SMITH, MCGAHA WIN RUNOFF
Two new commissioners will take their seats on the Covington County Commission.
Michael Smith defeated incumbent Joe Barton 3,393 to 2,923 to win District 2.
“I’m very, very honored to be a Republican nominee going into the general election,” Smith said. “I’d like to thank everyone who voted for me and supported me, especially my family and friends and like I said all of the people who have stood behind me through this. It’s been a long road. I’m very proud of our turnout even though we had a low turnout in the polls today but it all turned out. Like I said, I am very honored to be the Republican nominee going into November.”
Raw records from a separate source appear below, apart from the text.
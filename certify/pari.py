"""The one PARI instance of the certifier (cypari2), used for generic algebra only: factoring
integers and polynomials over Q, and counting points over finite fields."""
import cypari2

pari = cypari2.Pari()
pari.allocatemem(2 * 10 ** 9, silent=True) if hasattr(pari, "allocatemem") else None
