"""Making and writing certificates: the checked certifiers, canonical JSON text and atomic files."""
from __future__ import annotations

import contextlib
import json
import os
import sys
import tempfile
from json.encoder import encode_basestring

from certify.curves import Curve, CurveInputError
from certify.verifier.limits import MAX_DIGITS


def to_json(cert: dict) -> str:
    """The certificate as indented JSON text with a final newline (all numbers are already strings):
    the text of ``json.dumps(cert, indent=1, ensure_ascii=False)``, built here because the json module
    indents in pure Python, a generator per value, which made it the slowest step of a batch."""
    return _indented(cert, "\n") + "\n"


def _indented(value, newline: str) -> str:
    """A JSON value indented one space per level, its first line not indented; ``newline`` is the
    line break and the indentation of the level the value is at."""
    if isinstance(value, str):
        return encode_basestring(value)
    inner = newline + " "
    if isinstance(value, dict):
        if not value:
            return "{}"
        return ("{" + inner + ("," + inner).join(encode_basestring(key) + ": " + _indented(item, inner)
                                                 for key, item in value.items()) + newline + "}")
    if isinstance(value, (list, tuple)):
        if not value:
            return "[]"
        return "[" + inner + ("," + inner).join(_indented(item, inner) for item in value) + newline + "]"
    return json.dumps(value)


class OutputError(OSError):
    """An output file cannot be written (a read-only or missing folder, a directory in its place, a full
    disk); the message names the path and the reason on one line."""

    def __init__(self, path: str, error: OSError):
        super().__init__(f"cannot write {path}: {error.strerror or error}")


def write_atomically(path: str, text: str, durable: bool = True) -> None:
    """Write ``text`` (str, or bytes as they are) to ``path`` through a temporary file in the same folder and a rename, so that an
    interrupt or a full disk never leaves a half-written file under ``path``. ``durable`` also waits
    for the disk (fsync) before the rename, against power cuts; a writer of many files may instead
    sync once at the end. Raises OutputError when the file cannot be written."""
    folder = os.path.dirname(os.path.abspath(path))
    try:
        handle, temporary = tempfile.mkstemp(dir=folder, prefix=".certify-", suffix=".tmp")
    except OSError as error:
        raise OutputError(path, error) from None
    try:
        with (os.fdopen(handle, "wb") if isinstance(text, bytes) else os.fdopen(handle, "w", encoding="utf-8")) as out:
            out.write(text)
            out.flush()
            if durable:
                os.fsync(out.fileno())
        os.replace(temporary, path)
    except BaseException as error:  # an interrupt may also come just after the rename, when nothing is left to remove
        with contextlib.suppress(FileNotFoundError):
            os.unlink(temporary)
        if isinstance(error, OSError):
            raise OutputError(path, error) from None
        raise


def emit(text: str, output) -> None:
    """Write ``text`` to the file ``output`` atomically, or to stdout when ``output`` is None."""
    if output is None:
        sys.stdout.write(text)
    else:
        write_atomically(output, text)


def stamp(cert: dict) -> dict:
    """The certificate with a ``metadata`` block (UTC time of writing, certify, Python and PARI versions).
    The digest leaves ``metadata`` out and the verifier never reads it, so stamping changes neither."""
    import datetime
    import platform

    from certify import __version__
    from certify.pari import pari

    metadata = {"written": datetime.datetime.now(datetime.timezone.utc).strftime("%Y-%m-%dT%H:%M:%SZ"),
                "certify": __version__, "python": platform.python_version(),
                "pari": ".".join(str(part) for part in pari.version())}
    return {**cert, "metadata": metadata}


def certifiers() -> dict:
    """{kind: certify function} for each kind of certificate this installation can write, in the order
    that batch, audit and the demo use: 'torsion', 'isogeny-class' (once ``certify.isogeny`` is
    installed), 'conductor', and 'rank' (once ``certify.rank`` is installed)."""
    from certify.conductor import certify_conductor
    from certify.torsion import certify_torsion

    kinds = {"torsion": certify_torsion}
    try:
        from certify.isogeny.certificate import certify_isogeny_class
    except ImportError:
        pass
    else:
        kinds["isogeny-class"] = certify_isogeny_class
    kinds["conductor"] = certify_conductor
    try:
        from certify.rank.certificate import certify_rank
    except ImportError:
        return kinds
    return {**kinds, "rank": certify_rank}


class NotCertifiable(CurveInputError):
    """The curve is readable and non-singular, but its certificate would fall outside what the verifier
    accepts (``certify.verifier.limits``), so certify refuses it rather than write a certificate the
    verifier would reject."""


def check_model_size(a) -> None:
    """Refuse at once a curve whose integral model — written into every certificate, and scaling a6 by
    up to the sixth power of the denominators — has a coefficient of more than the verifier's MAX_DIGITS."""
    bound = 10 ** MAX_DIGITS
    model, _ = Curve(a).integral_model()
    if any(abs(c.numerator) >= bound for c in model.a):
        raise NotCertifiable(f"the integral model of this curve has a coefficient of over {MAX_DIGITS} digits, "
                             f"more than the verifier reads (certify.verifier.limits.MAX_DIGITS)")


def certify_checked(kind: str, a) -> dict:
    """The stamped certificate of ``kind`` ('torsion', 'isogeny-class' or 'conductor') for the coefficients ``a``
    (five Fractions, as parse_curve returns them), rechecked by the verifier before it is returned:
    a certificate the verifier would reject, over its limits say, raises NotCertifiable with the
    rejection on one line instead."""
    from certify.verifier import verify
    from certify.verifier.errors import Rejection

    from certify.conductor import certify_conductor

    check_model_size(a)
    try:
        cert = stamp({**certifiers(), "conductor": certify_conductor}[kind](a))
    except ValueError as error:
        if "integer string conversion" not in str(error):
            raise
        raise NotCertifiable(f"a number in the {kind} certificate would have over 4300 digits; the verifier "
                             f"reads at most {MAX_DIGITS}") from None
    try:
        verify(cert)
    except Rejection as rejection:
        raise NotCertifiable(f"the {kind} certificate would not be accepted by the verifier: {rejection}") from None
    return cert


class NotAccepted(Exception):
    """A certificate given to a command that builds on certificates is not accepted by the verifier."""


def accepted_certificates(sources) -> list:
    """[(name, certificate, verdict)] for every certificate in the sources (files, bundles, directories,
    stores), in order; raises NotAccepted, naming the first certificate the verifier does not accept."""
    from certify.verifier.cli import all_tasks, check, entries

    out = []
    for task in all_tasks(sources):
        for name, document, recorded, label in entries(task)[0]:
            verdict = check(name, document, recorded, label=label)
            if not verdict["accepted"]:
                raise NotAccepted(f"{name}: rejected — {verdict['reason']}")
            out.append((name, document, verdict))
    return out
“I think it was a good, clean race. I guess the people didn’t want me and wanted him, so that’s good. That’s fine,” Barton said. “The sun’s gonna come up tomorrow anyway and I’ll be out in it. I appreciate the help of all of my family. Everybody worked hard. It’s tough for people to put themselves out there now because you fall under so much scrutiny, you, your family, everything you ever said or done. It’s been a trying time for everybody through the COVID and everything we’ve had to work with. Business in the county goes on and we’ll continue until Michael takes office and that will be in January I assume.”
Tommy McGaha won District 4 over Stephanie Snodgrass 3,704 to 2,567.
“This has been a beast,” McGaha said. “I honestly never expected it to be drug out this far. Unforeseen circumstances that we had no control over added to it, but we stayed headstrong in the race and campaign. The people stayed with me and they trust me and support me I am honored that I was chosen by them to represent district four first of all, but Covington County as a whole.”
Looking forward, McGaha said he plans to build a really good relationship with the rest of the commissioners.
“I want to build a good working relationship with the rest of the commission to help move the county forward,” McGaha said. “That is really all I am concentrating on to start with.”
Stephanie Snodgrass came out with 40.93 percent of the votes in District 4.
“I really appreciate everybody that came out and supported us,” Snodgrass said. “We couldn’t have made it this far without them. I started out this race with a full heart for Covington County and it remains that way today. It is my deepest desire to see this county progress forward in a positive and successful way. We can just hope that the trend of positive growth continues.”
For 2nd Congressional District, Covington County voters selected Barry Moore over opponent Jeff Coleman 3,962 to 2,536. Alabama voters agreed. Coleman conceded to Moore Tuesday evening.
For U.S. Senator, locals voted for Tommy Tuberville over Jeff Sessions 4,461 to 2,105. The state of Alabama followed suit. Long-time politician and former U.S. Attorney General Sessions lost to first-time political candidate and former football coach Tuberville. Tuberville will face current Sen. Doug Jones in the November general election.
For Court of Criminal Appeals Judge, Place 2, Beth Kellum won over Will Smith 3,002 to 2,604.
With 6,629 ballots cast out of 27,628 registered voters, the percentage of turnout was 23.9 percent.
Probate Judge Stacy Brooks said the turnout was a lot better than she thought it would be.
“I saw that it started off pretty slow this morning,” Brooks said. “But things picked up. I was really impressed with the turnout because I expected it to be really low.”
Kendra Majors, Christopher Smith and Donnamy Steele all contributed to this article.